ESCRITORA: SOFÍA LEÓN OÑATE

 

En el ambiente en el que me críe, no fui bella y la forma en que me educaron para relacionarme con la belleza estaba cimentada en ser agradable, deseable y sonreír. Sonreír como mandato para agradar, para mostrarse deseable. En contraposición, decidí fruncir el ceño y apretar los labios. No exhibir los dientes, que desde temprana edad eran definidos como grandes y desviados, de conejo. Reivindicar la rabia y la lectura como una forma de mostrarse interesante y mantenerse distante de los otros. Alaciar el cabello y glorificar la delgadez para acercarme a la belleza aspiracional de quien se sabe por fuera de los cánones hegemónicos, pero en disputa por la atención de otros. Creer, como se cree con fanatismo, en la idea de que la falla de adolecer de belleza, se compensa con ser interesante, ser desafiante.

La belleza era tremenda forma de poder, la forma de poder privilegiada para alentarme a su búsqueda por el sólo hecho de ser mujer. Un poder que no me posibilitaba ser, sino parecer, hacer sino atraer. Estas ideas sobre la belleza me hicieron crecer reforzando de manera contradictoria la dependencia, el narcicismo y la baja estima sobre mi imagen en el espejo. No podía verme como un todo, sino en partes minuciosamente evaluadas y escrutadas: boca, ojos, cabello, cintura, cadera, piel, rodillas, nariz. Como las partes no pasaban la prueba o sólo llegaban a aceptable, decidí mostrarme interesante. Otro performance en que se nos revela la belleza a las mujeres: mostrarse interesante, atrayente, sugestiva mediante la inquietud por el pensamiento, el cuestionamiento permanente y la actitud altiva.

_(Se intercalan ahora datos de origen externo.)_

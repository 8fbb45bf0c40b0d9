// The engine is pure (docs/architecture.md): no clock, env, database or framework imports.
import { readdirSync, readFileSync } from 'node:fs';
import { join, relative } from 'node:path';
import { describe, expect, it } from 'vitest';

const root = join(__dirname, '../../../lib/engine');

function sources(dir: string): string[] {
  return readdirSync(dir, { withFileTypes: true }).flatMap((d) =>
    d.isDirectory() ? sources(join(dir, d.name)) : d.name.endsWith('.ts') ? [join(dir, d.name)] : [],
  );
}

const files = sources(root).map((f) => ({ path: relative(root, f), text: readFileSync(f, 'utf8') }));

describe('engine purity', () => {
  it('finds the engine sources', () => {
    expect(files.map((f) => f.path)).toContain('compare.ts');
    expect(files.length).toBeGreaterThan(10);
  });

  it.each([
    ['reads the clock', /Date\.now\(|new Date\(\)|performance\.now/],
    ['reads env', /process\.env/],
    ['imports next', /from ['"]next(\/|['"])/],
    ['imports the database', /from ['"](@\/db|\.\.\/\.\.\/db|drizzle-orm|pg)['"/]/],
    ['uses Math.random', /Math\.random/],
  ])('no engine file %s', (_what, pattern) => {
    expect(files.filter((f) => pattern.test(f.text)).map((f) => f.path)).toEqual([]);
  });

  it('only the label-token module imports node:crypto, and the public index does not pull it in', () => {
    expect(files.filter((f) => /from ['"](node:)?crypto['"]/.test(f.text)).map((f) => f.path)).toEqual([
      'identity/label-token.ts',
    ]);
    const barrels = files.filter((f) => f.path === 'index.ts' || f.path === 'identity/index.ts');
    for (const b of barrels) expect(b.text).not.toMatch(/from ['"][^'"]*label-token['"]/);
  });
});
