import { getTranslations } from 'next-intl/server';
import { SECTION_ROLES } from '@/lib/auth/roles';
import { refuse, type Refusal } from '@/lib/result';
import { route } from '@/lib/server/api';
import { submitHandoff } from '@/lib/server/handoffs/submit';
import { handoffSubmitSchema } from '@/lib/validation/handoffs';

type RefusedHold = { severity: string; restriction: string | null };

/**
 * A refused hook names its holds (each with its caution); the driver also reads the cautions that
 * fit them, in the reader's language (English for a client that has not chosen one).
 */
async function withCautions(r: Refusal): Promise<Refusal> {
  const holds = r.detail?.holds as RefusedHold[] | undefined;
  if (!Array.isArray(holds) || !holds.length) return r;
  const has = (test: (h: RefusedHold) => boolean) => holds.some(test);
  const c = await getTranslations('Cautions');
  const cautions: string[] = [
    has((h) => h.severity === 'out_of_service') ? c('outOfService') : null,
    has((h) => h.restriction === 'yard_only') ? c('yardOnly') : null,
    has((h) => h.restriction === 'no_perishable') ? c('noPerishable') : null,
    c('inspection'),
  ].flatMap((c) => (c === null ? [] : [c]));
  return refuse(r.code, r.message, r.fieldErrors, { holds, cautions });
}

/** Records a drop or hook. 201 with the new handoff; 200 with the same one for a retried submit. */
export const POST = route(
  { access: SECTION_ROLES.gate, body: handoffSubmitSchema },
  async ({ user, body }) => {
    const result = await submitHandoff(body, user);
    if (!result.ok) return withCautions(result);
    const { handoffId, verificationCode, isReplay } = result.value;
    // the receipt e-mail and its sending job were queued in the transaction; the job worker sends it
    return Response.json(
      { handoff: { id: handoffId, verificationCode, receiptUrl: `/gate/receipts/${handoffId}` } },
      { status: isReplay ? 200 : 201 },
    );
  },
);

En ambos casos, ser bella o ser interesante, el ideal de belleza –como decía Susan Sontag– me era administrado como una forma de auto-opresión, que para mí encarnaba dolor y culpa. Dolor no sólo por la ausencia de belleza, sino por las formas en que uno asocia las aspiraciones de ser bella con los rituales para alcanzarla: “para ser bella hay que ver estrellas”, “el que quiere marrones, aguanta tirones” y de ahí a poner la salud y la integridad en manos de la aspiración de la eterna búsqueda: dietas, brebajes alizantes, tirones de cera caliente, fajas asfixiantes, etc. Dolor por la ausencia del poder omnisciente: saberlo todo, leerlo todo, conocerlo todo. Dolor por una feminidad centrada en complacer, la mujer conforme, primorosa, hacendosa y dechado de virtudes, que nunca he sido. Dolor por estar lejos de los preceptos de belleza dominantes, que obvio tienen su carga racial y se alejan de la forma en que se ve mi cabello, mi nariz, mis labios, mis muslos, mi estatura.

 

Luego con el auge del ungüento salvador del amor propio, vino la culpa. El capitalismo ya adoptó el amor propio como un producto altamente comercial que nos empaquetan claro en campañas publicitarias, paquetes de masajes, vestuario y productos de belleza, pero también en las relaciones humanas: la solución a una ruptura amorosa, amor propio; el antídoto para las inseguridades, amor propio; la cura para la violencia patriarcal, amor propio. En fin, el amor propio vendido como receta hasta para la pobreza. No me faltaba belleza, ni ser interesante. Me faltaba el ungüento salvador del amor propio. Culpa por no saber amarme, tenerme, cuidarme. Culpa por que no amarse –nos han enseñado– es también no poder ser amada.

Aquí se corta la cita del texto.